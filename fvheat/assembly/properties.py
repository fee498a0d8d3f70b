"""Cell properties from the materials: conductivity and heat capacity."""

from __future__ import annotations

import numpy as np

from fvheat.case.model import Case
from fvheat.mesh.mesh import Mesh


def heat_capacity(case: Case, mesh: Mesh) -> np.ndarray:
    """Sensible heat capacity of each cell, J/(m·K) per metre depth: Σ ρ·c·V over the
    cell's pieces of one material (the whole cell on a cell-centred mesh)."""
    rc = np.array([case.materials[m].volumetric_heat_capacity or 0.0 for m in mesh.material_names])
    cell, material, volume = mesh.pieces()
    return np.bincount(cell, weights=rc[material] * volume, minlength=mesh.n_cells)


def conductivity(case: Case, mesh: Mesh) -> np.ndarray:
    """Conductivity of each cell, W/(m·K)."""
    k = np.array([case.materials[m].conductivity for m in mesh.material_names])
    return k[mesh.material]


def material_conductivity(case: Case, mesh: Mesh) -> np.ndarray:
    """Conductivity of each of the mesh's materials, W/(m·K)."""
    return np.array([case.materials[m].conductivity for m in mesh.material_names])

__________________________________________________

▸ About this task: The answer must consist solely of the number of lines in the entries that contain the word "each".

▸ Answer box: 3